Haftanın notları: Deprem bölgesi ‘avcı’ları...
Politika bu olmasın!
Gündelik hayatımızda kimsenin "doğru" görmediği tutumları sırf "Politika sahnesidir, normaldir" diyebileceğimiz bir gevşeklik seviyesine çekmemeliyiz.
Tutarsızlığın normalleştirilmesini hayatımızın hiçbir alanında kabul etmiyorsak, politikada niye kabul edelim?
Hem içinde bulunduğun çevreyi "pusucular" olarak tarif edeceksin hem de bunu söyledikten hemen sonra aralarına geri döneceksin...
Gençlere kötü örnek olmak diyorlar ya, böyle bir şey...
***
Deprem bölgesinde elinde kamerayla dolaşıp her şeyi görüntülemeye kalkanlar artık halktan ciddi bir tepki görüyorlar.Tepki gösterenler haklılar.
İnsanların rastgele fotoğrafını çekmekte neredeyse örtülü bir "şiddet" yok mu?
Bazen sadece insanların değil, enkazların veya çadır kentlerin manzarasını görüntülemek de masum bir iş olmaktan çıkabiliyor.
İşi iyice "afet turisti" gibi ortalıkta dolaşıp fotoğraflamaya çevirmek nedir Allah aşkına?
***
Görüntülemek ile şiddet arasındaki bağlantıdan bahsedince ister istemez aklıma Susan Sontag geliyor...Bilen bilir, Amerikalı yazar bu konuya çok kafa yormuş, okurlarını da düşündürmüştü.
"Nasıl bir kamera, silahın dönüşmüş hâliyse, birinin fotoğrafını çekmek de cinayetin dönüşmüş hâlidir" demişti Sontag.
Retoriği abartmış diyebilirsiniz...
Fakat şu nokta kesinlikle doğru: Görüntü alanla görüntüsü alınan arasındaki mesafede, yine Sontag'ın deyimiyle "yırtıcı bir şey" var.

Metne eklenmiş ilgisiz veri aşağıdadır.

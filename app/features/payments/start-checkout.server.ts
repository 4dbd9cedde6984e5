import { and, eq } from "drizzle-orm";
import { clients, invoiceLines, invoices, laboratories } from "#app/db/schema/index.ts";
import { AppError } from "#app/domain/app-error.ts";
import type { AppContext } from "#app/features/app-context.ts";

/**
 * Opens, or finds still open, the Checkout Session of an invoice. The idempotency key holds the number of the attempt,
 * so a double click or a lost answer makes one session, and a new one is made only after the old one ran out.
 * @returns where to send the payer
 * @throws AppError not_found, conflict when nothing is due, unavailable when the payment service does not answer
 */
export async function startCheckout(app: AppContext, { payToken }: { payToken: string }): Promise<string> {
  const [invoice] = await app.db
    .select({
      laboratoryId: invoices.laboratoryId,
      id: invoices.id,
      number: invoices.number,
      state: invoices.state,
      currency: invoices.currency,
      totalMinor: invoices.totalMinor,
      sessionId: invoices.checkoutSessionId,
      attempt: invoices.checkoutAttempt,
      clientEmail: clients.email,
      laboratoryName: laboratories.name,
    })
    .from(invoices)
    .innerJoin(clients, and(eq(clients.laboratoryId, invoices.laboratoryId), eq(clients.id, invoices.clientId)))
    .innerJoin(laboratories, eq(laboratories.id, invoices.laboratoryId))
    .where(eq(invoices.payToken, payToken));
  if (!invoice) throw new AppError("not_found", "This payment link is not valid. Ask the laboratory for a new one.");
  if (invoice.state === "paid") throw new AppError("conflict", `Invoice ${invoice.number} is already paid. Nothing more is due.`);
  if (invoice.state !== "open") throw new AppError("conflict", `Invoice ${invoice.number} is no longer open. Nothing is due.`);

  const { stripe, publicOrigin } = app.services;
  try {
    if (invoice.sessionId) {
      const session = await stripe.checkout.sessions.retrieve(invoice.sessionId);
      if (session.status === "open" && session.url) return session.url;
      if (session.payment_status === "paid") throw new AppError("conflict", `Invoice ${invoice.number} was paid a moment ago. Its receipt is on its way.`);
    }
    const lines = await app.db
      .select()
      .from(invoiceLines)
      .where(and(eq(invoiceLines.laboratoryId, invoice.laboratoryId), eq(invoiceLines.invoiceId, invoice.id)))
      .orderBy(invoiceLines.position);
    const attempt = invoice.attempt + 1;
    const metadata = { laboratory_id: invoice.laboratoryId, invoice_id: invoice.id };
    const session = await stripe.checkout.sessions.create(
      {
        mode: "payment",
        client_reference_id: invoice.id,
        ...(invoice.clientEmail && { customer_email: invoice.clientEmail }),
        line_items: lines.map((line) => ({
          // The line's net and tax in one amount: tax is ours to compute, once, by line.
          price_data: {
            currency: invoice.currency.toLowerCase(),
            unit_amount: line.netMinor + line.taxMinor,
            product_data: { name: line.quantity === 1 ? line.label : `${line.label} × ${line.quantity}` },
          },
          quantity: 1,
        })),
        metadata,
        payment_intent_data: { metadata, description: `${invoice.laboratoryName}, invoice ${invoice.number}` },
        success_url: `${publicOrigin}/pay/${payToken}?returned=paid`,
        cancel_url: `${publicOrigin}/pay/${payToken}?returned=not-paid`,
      },
      { idempotencyKey: `invoice-${invoice.id}-${attempt}` },
    );
    await app.db
      .update(invoices)
      .set({ checkoutSessionId: session.id, checkoutAttempt: attempt })
      .where(and(eq(invoices.laboratoryId, invoice.laboratoryId), eq(invoices.id, invoice.id), eq(invoices.checkoutAttempt, invoice.attempt)));
    if (!session.url) throw new Error(`checkout session ${session.id} has no page`);
    return session.url;
  } catch (error) {
    if (error instanceof AppError) throw error;
    throw new AppError("unavailable", "The payment service could not be reached. Nothing was charged. Try again in a minute.", { cause: error, retryAfterS: 60 });
  }
}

Özellikle canı yanmış insanların arasında elinde kamerayla dolaşırken özenli olmak, bir "avcı" gibi davranmamak, o mesafeyi iyice açmamak gerek...
***
Aziz dostumuz Cengiz Gülaç, Elazığ aday adaylığı başvurusunu yaparken beraberinde partisine 500 yeni üye taşımış."Ben cumhurbaşkanı adayıyım" diye ortaya çıkıp o kadar imza bile toplayamayanları düşününce, pek havalı bir siyasi çalım doğrusu...
***
Kendi bahar mevsimimi dün balkonumdaki saksılara kırmızı kapya biber fideleri ekerek başlattım.Malum artık birkaç sardunya ve sukulent dışında bütün saksılarımı yenilecek bitkilere ayırıyorum. Çok da hoş oluyor. Meyvelerin tomurcuklandığı ilk günlerin keyfini hiçbir şeye değişmem.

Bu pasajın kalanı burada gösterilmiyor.